Weights and Efficiencies of Electric Components of a Turboelectric Aircraft Propulsion System

The benefits that turboelectric propulsion may offer transport aircraft due to the flexibility of electrical distribution of power have been discussed by various authors and are briefly summarized. Estimates of the weights and efficiencies of the electric components, based on approximate sizing models for fully superconducting motors and generators and on aggressive estimates for cryocoolers and inverters, were presented at ASM2009 in a baseline turboelectric system study. An SBIR study has since predicted that the apparently aggressive cryocooler weight and performance estimates (5 lb/input-hp at 30% of Carnot efficiency) can be met. Another SBIR study has predicted that a cryogenically cooled inverter can exceed the 10 hp/lb specific power (including cooler) and the 98.8% efficiency (including cooler) that were assumed in the baseline study. The inverter with its cooler constituted half of the baseline electrical system weight.
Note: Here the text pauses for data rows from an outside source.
"""The workbook of a segmented build: an Overview of the segments, the pooled score's sheets,
then each card's sheets.

The Overview holds the exclusion waterfall of the rows read, the table of segments (rows,
goods, bads, bad rate, characteristics and the AUC of each sample, per segment and pooled over
all), the shared scaling and the run manifest. Score bands follows for every segment's scores
pooled on the one scale, then the Calculator (the segment value and the raw values typed once,
the card picked by formula, :mod:`scorecard.outputs.workbook.segment_calculator`), then Risk
grades when the config asks for grades; Score bands and Risk grades are written by the single
card's own sheet writers (:mod:`scorecard.outputs.workbook.pooled_scores`).
Each segment's card follows with the sheets of a single card, named ``<sheet> (<segment>)``:
Characteristics, Bins, Model, Points, Score bands, Stability and Calculator (the single card's,
reading the Calculator's entries), Fairness when the config names protected columns (each
segment's card examined on its own rows) and Reject inference with declined applications.
"""

from __future__ import annotations

import re
from pathlib import Path

from openpyxl import Workbook
from openpyxl.utils import get_column_letter

from scorecard.outputs.atomic import save_book
from scorecard.outputs.cautions import CAUTION
from scorecard.outputs.workbook import (
    overview,
    segment_calculator,
    sheets,
    style,
)
from scorecard.outputs.workbook.card_sheets import CARD_SHEETS, write_card_sheets
from scorecard.outputs.workbook.manifest import run_manifest
from scorecard.outputs.workbook.pooled_scores import pooled_scores
from scorecard.outputs.workbook.tables import set_print_layout

POOLED_BANDS = "Score bands"
MAX_SHEET_NAME = 31
_NOT_IN_SHEET_NAME = re.compile(r"[\[\]:*?/\\']")


def segment_sheet_name(sheet: str, segment: str, taken: set) -> str:
    """``<sheet> (<segment>)`` within a spreadsheet's 31 characters, unique among ``taken``.

    Examples
    --------
    >>> segment_sheet_name("Points", "new", set())
    'Points (new)'
    >>> segment_sheet_name("Score bands", "months_as_customer >= 12", set())
    'Score bands (months_as_custome)'
    """
    room = MAX_SHEET_NAME - len(sheet) - 3
    base = f"{sheet} ({_NOT_IN_SHEET_NAME.sub('_', segment)[:room]})"[:MAX_SHEET_NAME]
    name, k = base, 1
    while name.lower() in taken:
        k += 1
        name = f"{base[:MAX_SHEET_NAME - len(str(k)) - 1]}~{k}"
    taken.add(name.lower())
    return name


def write_segmented_workbook(result, path, waterfall=None) -> Path:
    """Write the workbook of a :class:`~scorecard.build.segments.SegmentedBuildResult`;
    ``waterfall`` is the exclusion waterfall of the rows read, for the Overview."""
    wb = Workbook()
    ws = wb.active
    ws.title = "Overview"
    _write_overview(ws, result, waterfall)
    pooled = pooled_scores(result)
    sheets.write_score_bands(wb.create_sheet(POOLED_BANDS), pooled)
    calculator_sheet = wb.create_sheet(segment_calculator.SHEET)
    if result.config.grades is not None:
        from scorecard.outputs.workbook.grades_sheet import TITLE, write_grades_sheet
        write_grades_sheet(wb.create_sheet(TITLE), pooled)
    taken = {name.lower() for name in wb.sheetnames}
    names: set = set()          # workbook names of the formulas, shared by every calculator
    inputs = segment_calculator.input_cells(result.card)
    calculators = {}
    for name, part in result.segments.items():
        own = {sheet: wb.create_sheet(segment_sheet_name(sheet, name, taken))
               for sheet in CARD_SHEETS}
        calculators[name] = own["Calculator"].title
        write_card_sheets(own, part, points_sheet=own["Points"].title, taken=names,
                          inputs=inputs)
        if part.fairness is not None:
            from scorecard.outputs.workbook.fairness_sheet import write_fairness_sheet
            write_fairness_sheet(wb.create_sheet(segment_sheet_name("Fairness", name, taken)),
                                 part.fairness)
        if part.rejects is not None:
            from scorecard.outputs.workbook.rejects_sheet import write_rejects_sheet
            write_rejects_sheet(wb.create_sheet(segment_sheet_name("Reject inference", name,
                                                                   taken)), part.rejects, part)
    segment_calculator.write_segment_calculator(calculator_sheet, result.card, calculators,
                                                names)
    # Spreadsheet programs compute the calculators' formulas when the file opens.
    wb.calculation.fullCalcOnLoad = True
    wb.properties.creator = "scorecard"
    path = Path(path)
    save_book(wb, path)
    return path


def _write_overview(ws, result, waterfall) -> None:
    config, card = result.config, result.card
    ws.column_dimensions["A"].width = overview.LABEL_WIDTH
    for k in range(overview.VALUE_COLUMNS):
        ws.column_dimensions[get_column_letter(2 + k)].width = overview.VALUE_WIDTH
    page = overview._Page(ws)
    ws.cell(1, 1, config.name).font = style.TITLE_FONT
    page.row = 2
    page.paragraph(f"{len(card.cards)} points scorecards, one per segment of column "
                   f"'{card.rule.column}', ranking applications by their risk of the outcome "
                   f"'{', '.join(map(str, config.data.bad))}' in column "
                   f"'{config.data.target}': a higher score means lower risk. Each row is "
                   "scored by its own segment's card; every card has the same scaling, so a "
                   "score means the same odds in every segment and one cut-off serves all.")
    page.paragraph(CAUTION, style.BOLD)

    page.heading("Data")
    overview.source_facts(page, config.data.source)
    overview.waterfall_table(page, waterfall)

    page.heading("Segments")
    page.fact("Segment column", card.rule.column)
    for name, levels in zip(card.rule.names, _rules(card.rule)):
        page.fact(f"Segment {name}", levels)
    table = result.segment_table()
    page.table(table, {"Rows": style.COUNT, "Goods": style.COUNT, "Bads": style.COUNT,
                       "Bad rate": style.PERCENT, "Characteristics": style.INTEGER,
                       **{c: style.MEASURE for c in table.columns if c.startswith("AUC")}})
    page.paragraph("AUC of a segment: its own rows scored by its own card. AUC of all "
                   "segments: every row scored by its segment's card and ranked together, "
                   "which is what one cut-off across the segments acts on (sheet "
                   f"{POOLED_BANDS}: every segment's scores pooled).", style.NOTE_FONT)

    page.heading("Scaling (every card)")
    s = card.scaling
    page.fact("Base score", s.base_score, "0")
    page.fact("Good:bad odds at the base score", s.base_odds, "0.##")
    page.fact("Points to double the odds", s.pdo, "0.##")
    page.fact("Lowest and highest attainable score", f"{card.min_score} to {card.max_score}")
    page.paragraph("The Calculator takes the value of the segment column and the raw values, "
                   "and scores them with the segment's card (each card's own Calculator sheet "
                   "does the work); the odds of a score are base odds x 2^((score - base "
                   "score) / points to double).", style.NOTE_FONT)

    manifest = run_manifest(config, rows_sha256=result.rows_sha256)
    page.heading("Run manifest")
    page.fact("Config file", Path(manifest.config_file).name)
    page.fact("Config file SHA-256", manifest.config_sha256)
    page.fact(overview.QUERY_HASH_LABEL if manifest.data_query else overview.DATA_HASH_LABEL,
              manifest.data_sha256)
    page.fact("Random seed of the holdout split", manifest.seed)
    for number, rule in enumerate(manifest.exclusions, start=1):
        page.fact(f"Exclusion rule {number} (data.exclude)", rule)
    for name, version in manifest.versions:
        page.fact(f"Version of {name}", version)
    page.fact(overview.RUN_TIME_LABEL, manifest.run_time)
    page.heading("How to read this workbook")
    page.paragraph(overview.READING)
    # Fitted to the page width like the single card's Overview, so no column is cut off.
    set_print_layout(ws)
    ws.page_setup.orientation = "portrait"


def _rules(rule) -> list[str]:
    if rule.cuts is None:
        return [", ".join(group) for group in rule.groups]
    out = []
    for index in range(len(rule.names)):
        low, high = rule.bounds(index)
        out.append(" and ".join(part for part in (
            None if low is None else f"{rule.column} >= {low:g}",
            None if high is None else f"{rule.column} < {high:g}") if part))
    return out
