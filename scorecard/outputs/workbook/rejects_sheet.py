"""The Reject inference sheet: how the declined applicants entered the build, and what it changed.

Top to bottom: the cautions, the findings in words (the reviewer's ratio against its common
range), the headline rates, the method's settings with their reasons, accepts and rejects by
score band of the accepts-only card, and the two cards side by side.
"""

from __future__ import annotations

from pathlib import Path

import pandas as pd
from openpyxl.worksheet.worksheet import Worksheet

from scorecard.build.rejects import EXPECTED_RATIO, HAND_HENLEY
from scorecard.config.rejects import REJECT_SETTINGS
from scorecard.config.sources import is_query
from scorecard.outputs.cautions import CAUTION
from scorecard.outputs.workbook import style
from scorecard.outputs.workbook.tables import safe_value, set_print_layout, write_table

METHOD_WORDS = {
    "fuzzy": "fuzzy augmentation: each declined applicant enters twice, as a good weighted by "
             "its probability of good and as a bad weighted by its probability of bad, both "
             "from the accepts-only card",
    "parcelling": "parcelling: in each score band of the accepts-only card the declined are "
                  "given outcomes at random (seeded) at the accepts' bad rate there times the "
                  "uplift",
    "hard_cutoff": "hard cut-off: declined applicants scoring below the cut-off on the "
                   "accepts-only card count as bad, the rest as good",
    "reweighting": "reweighting: no rows added; each development accept weighs the inverse of "
                   "the acceptance rate of its score band on the accepts-only card",
    "none": "none: the card is the accepts-only card; the declined are scored and reported only",
}
_WIDTH = 9          # columns the paragraphs span


def write_rejects_sheet(ws: Worksheet, inference, final_result) -> int:
    """Write the reject inference of a build into ``ws``; return the last row written.

    Parameters
    ----------
    ws : Worksheet
    inference : scorecard.build.rejects.RejectInference
    final_result : scorecard.build.result.BuildResult
        The build the card came from (its card and performance sit beside the accepts-only
        card's).
    """
    ws.cell(1, 1, "Reject inference").font = style.TITLE_FONT
    row = _paragraph(ws, 2, f"{CAUTION} {HAND_HENLEY}", style.BOLD)
    findings = [f"Method: {METHOD_WORDS[inference.method]}."]
    low, high = EXPECTED_RATIO
    warnings = inference.warnings()
    if inference.method != "none" and not warnings:
        findings.append(f"The rejects' inferred bad rate is {inference.ratio:.2f} times the "
                        f"accepts', within the {low:g} to {high:g} that practitioners commonly "
                        "expect (common practice, no single source).")
    findings += [f"Warning: {w}" for w in warnings]
    row = _lines(ws, row + 1, "Findings", findings, style.BOLD)
    _, row = write_table(ws, _rates(inference), start_row=row + 1,
                         formats={"Value": "0.0000"}, title="Bad rates (weights)")
    _format_rates(ws, row, inference)
    config = getattr(final_result, "config", None)
    source = config.rejects.source if config is not None and config.rejects is not None \
        else inference.source
    header, row = write_table(ws, _settings(inference, source), start_row=row + 2,
                              title=f"Settings of the method ({inference.method})")
    for r in range(header + 1, row + 1):
        # The reasons are sentences: wrapped in their cell, not spilling across the page.
        reason = ws.cell(r, 4)
        reason.alignment = style.WRAP
        ws.row_dimensions[r].height = 15 * (len(str(reason.value or "")) // 55 + 1)
    money = {"Accepts": style.COUNT, "Rejects": style.COUNT, "Declined share": style.PERCENT,
             "Accepts' bad rate (development)": style.PERCENT,
             "Rejects' inferred bad rate": style.PERCENT, "Ratio": "0.00",
             "Rejects' known bad rate": style.PERCENT}
    _, row = write_table(ws, inference.bands, start_row=row + 2, formats={k: f for k, f in money.items() if k in inference.bands.columns},
                         title="Accepts (every sample, with an outcome) and rejects by score band "
                               "of the accepts-only card")
    if inference.known_bad_rate is not None:
        row = _paragraph(ws, row + 1, _known_words(inference), style.NOTE_FONT)
    _, row = write_table(ws, _cards(inference.accepts_only, final_result), start_row=row + 2,
                         formats={"Information value, accepts only": style.WOE,
                                  "Information value, with rejects": style.WOE},
                         title="The two cards side by side (information value on each build's "
                               "development counts)")
    _, row = write_table(ws, _performance(inference.accepts_only, final_result),
                         start_row=row + 2,
                         formats={"AUC, accepts-only card": style.MEASURE,
                                  "AUC, card with rejects": style.MEASURE},
                         title="AUC of each card on accepts (known outcomes only)")
    set_print_layout(ws)
    return row


def _known_words(inference) -> str:
    return (f"Rejects' known bad rate: from column '{inference.known_outcome}' of the declined "
            "applications, outcomes a lender does not normally have (here known only if the data "
            "are invented, or observed elsewhere such as at a credit bureau); used only for this "
            "check, never to build.")


def _rates(inference) -> pd.DataFrame:
    rows = [
        ("Declined applications read", inference.rows),
        ("Of these refused by the accepts-only card (left out)", inference.refused),
        ("Weight of the declined applications scored", inference.weight),
        ("Accepts' bad rate (development)", inference.accepts_bad_rate),
        ("Rejects' bad rate expected by the accepts-only card", inference.expected_bad_rate),
        ("Rejects' inferred bad rate (" + inference.method + ")", inference.inferred_bad_rate),
        ("Ratio of the rejects' inferred bad rate to the accepts'", inference.ratio),
        ("Ratio practitioners commonly expect (common practice)",
         f"{EXPECTED_RATIO[0]:g} to {EXPECTED_RATIO[1]:g}"),
    ]
    if inference.cutoff is not None:
        rows.append(("Cut-off score used (hard cut-off)", inference.cutoff))
    if inference.known_bad_rate is not None:
        rows.append((f"Rejects' known bad rate (column {inference.known_outcome}; known only "
                     "because the data are invented or observed elsewhere)",
                     inference.known_bad_rate))
    return pd.DataFrame(rows, columns=["Figure", "Value"])


def _format_rates(ws: Worksheet, last_row: int, inference) -> None:
    """Counts as counts, rates as percentages, the ratio as a plain number."""
    first = last_row - len(_rates(inference)) + 1
    for r in range(first, last_row + 1):
        label = str(ws.cell(r, 1).value)
        cell = ws.cell(r, 2)
        if "rate" in label and "Ratio" not in label:
            cell.number_format = style.PERCENT
        elif label.startswith(("Declined", "Of these", "Weight", "Cut-off")):
            cell.number_format = style.COUNT
        else:
            cell.number_format = "0.00"


def shown_source(source) -> str:
    """A source as a committee document shows it: a file by its name, a query by its URL.

    The build machine's folders stay out, as on the Overview; the run manifest holds the hash.

    Examples
    --------
    >>> shown_source("/home/modeller/leases/declined.csv")
    'declined.csv'
    """
    return str(source) if is_query(source) else Path(source).name


def _settings(inference, source) -> pd.DataFrame:
    rows = [(name, "null" if value is None else value,
             "null" if REJECT_SETTINGS[name][0] is None else REJECT_SETTINGS[name][0],
             REJECT_SETTINGS[name][1]) for name, value in inference.settings.items()]
    rows.insert(0, ("source", shown_source(source), "", "The declined applications, no outcome."))
    return pd.DataFrame(rows, columns=["Setting", "Value", "Default", "Why the default"])


def _cards(accepts_only, final) -> pd.DataFrame:
    def facts(result):
        reports = {r.name: r for r in result.reports}
        points = {c.name: (min(b.points for b in c.bins), max(b.points for b in c.bins))
                  for c in result.card.characteristics}
        return reports, points

    before, before_points = facts(accepts_only)
    after, after_points = facts(final)
    names = list(before_points) + [n for n in after_points if n not in before_points]

    def points(table, name):
        return f"{table[name][0]} to {table[name][1]}" if name in table else "not in card"

    return pd.DataFrame({
        "Characteristic": names,
        "Points, accepts-only card": [points(before_points, n) for n in names],
        "Points, card with rejects": [points(after_points, n) for n in names],
        "Information value, accepts only": [before[n].information_value for n in names],
        "Information value, with rejects": [after[n].information_value if n in after else None
                                            for n in names],
    })


def _performance(accepts_only, final) -> pd.DataFrame:
    names = [n for n in ("holdout", "out of time", "development") if n in accepts_only.performance]
    return pd.DataFrame({
        "Sample (accepts)": names,
        "AUC, accepts-only card": [accepts_only.performance[n].auc for n in names],
        "AUC, card with rejects": [final.performance[n].auc if n in final.performance else None
                                   for n in names],
    })


def _paragraph(ws: Worksheet, row: int, text: str, font) -> int:
    cell = ws.cell(row, 1, safe_value(text))
    cell.font = font
    cell.alignment = style.WRAP
    ws.merge_cells(start_row=row, start_column=1, end_row=row, end_column=_WIDTH)
    ws.row_dimensions[row].height = 15 * (len(text) // 110 + 1) + 4
    return row


def _lines(ws: Worksheet, row: int, heading: str, lines, font) -> int:
    ws.cell(row, 1, heading).font = style.HEADING_FONT
    for i, text in enumerate(lines, start=row + 1):
        _paragraph(ws, i, text, font)
    return row + len(lines)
On the other hand, new estimates for the superconducting motors and generators, based upon inclusion of additional components in the sizing models and more complete ac loss models, predict somewhat heavier and slightly less efficient motors and generators. The lighter, more efficient inverter roughly offsets the adverse motor and generator changes for machines wound with a hypothetical future high temperature superconductor with low ac losses. For such a material, the weight of the entire electric system changes very little, and the already high efficiency improves slightly, from the ASM2009 estimates. For machines wound with the intermediate temperature superconductor MgB2, the system weight increases about 25%, because MgB2 must operate much colder. The modeling and performance estimates of each component are discussed and compared to the baseline estimates and to the current state-ofthe-art. The dependence of motor and generator weights and efficiencies upon some important design parameters are presented in an appendix. These results quantify the benefits of technology development of lighter cryocoolers and of superconductors with lower ac loss. A zero-th order estimate of the benefits of lower fan pressure ratio and of boundary layer ingestion, offset by the electric system weight and inefficiency penalties from the added components, gives a net fuel burn reduction of about 9%, before iterating and resizing.